• [Problem statement]: Could you retype all of the data below exactly as given?

Collected data entries
========================================================================
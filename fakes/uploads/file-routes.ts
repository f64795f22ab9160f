import { createReadStream } from 'node:fs';
import type { IncomingMessage, ServerResponse } from 'node:http';
import type { FakeContext } from './context';
import { CORS_HEADERS, HttpError, requestBase } from './http-util';
import { isValidKey, UrlRefused, verifySignedUrl } from './presigned';

// GET /f/<key> and /a/<appId>/<key>. Public files need no signature; a signature, when present
// (or required because the file is private), must be valid and unexpired.

export async function handleFileGet(ctx: FakeContext, req: IncomingMessage, res: ServerResponse, key: string): Promise<void> {
  if (!isValidKey(key)) throw new HttpError(404, 'no such file');
  const file = await ctx.store.get(key);
  if (!file) throw new HttpError(404, `no file ${key}`);
  const signed = /[?&]signature=/.test(req.url ?? '');
  if (signed || file.acl === 'private') {
    try {
      verifySignedUrl(requestBase(req) + req.url, ctx.opts.apiKey);
    } catch (err) {
      throw new HttpError(403, err instanceof UrlRefused ? err.message : 'invalid signed URL');
    }
  }
  const disposition = file.contentDisposition === 'attachment' ? 'attachment' : 'inline';
  res.writeHead(200, {
    ...CORS_HEADERS,
    'content-type': file.type || 'application/octet-stream',
    'content-length': String(file.size),
    'content-disposition': `${disposition}; filename*=UTF-8''${encodeURIComponent(file.name)}`,
    etag: `"${file.fileHash}"`,
    'cache-control': 'no-store',
  });
  if (req.method === 'HEAD') return void res.end();
  await new Promise<void>((resolve) => {
    const stream = createReadStream(ctx.store.dataPath(key));
    stream.on('error', () => (res.destroy(), resolve()));
    res.on('close', resolve);
    stream.pipe(res);
  });
}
========================================================================
• [Response to the task]:
filename fakes/uploads/file-routes.ts
repository f64795f22ab9160f
import { createReadStream } from 'node:fs';
import type { IncomingMessage, ServerResponse } from 'node:http';
import type { FakeContext } from './context';
import { CORS_HEADERS, HttpError, requestBase } from './http-util';
import { isValidKey, UrlRefused, verifySignedUrl } from './presigned';

// GET /f/<key> and /a/<appId>/<key>. Public files need no signature; a signature, when present
// (or required because the file is private), must be valid and unexpired.

export async function handleFileGet(ctx: FakeContext, req: IncomingMessage, res: ServerResponse, key: string): Promise<void> {
  if (!isValidKey(key)) throw new HttpError(404, 'no such file');
  const file = await ctx.store.get(key);
  if (!file) throw new HttpError(404, `no file ${key}`);
  const signed = /[?&]signature=/.test(req.url ?? '');
  if (signed || file.acl === 'private') {
    try {
      verifySignedUrl(requestBase(req) + req.url, ctx.opts.apiKey);
    } catch (err) {
      throw new HttpError(403, err instanceof UrlRefused ? err.message : 'invalid signed URL');
    }
  }
  const disposition = file.contentDisposition === 'attachment' ? 'attachment' : 'inline';
  res.writeHead(200, {
    ...CORS_HEADERS,
    'content-type': file.type || 'application/octet-stream',
    'content-length': String(file.size),
    'content-disposition': `${disposition}; filename*=UTF-8''${encodeURIComponent(file.name)}`,
    etag: `"${file.fileHash}"`,
    'cache-control': 'no-store',
  });
  if (req.method === 'HEAD') return void res.end();
  await new Promise<void>((resolve) => {
    const stream = createReadStream(ctx.store.dataPath(key));
    stream.on('error', () => (res.destroy(), resolve()));
    res.on('close', resolve);
    stream.pipe(res);
  });
}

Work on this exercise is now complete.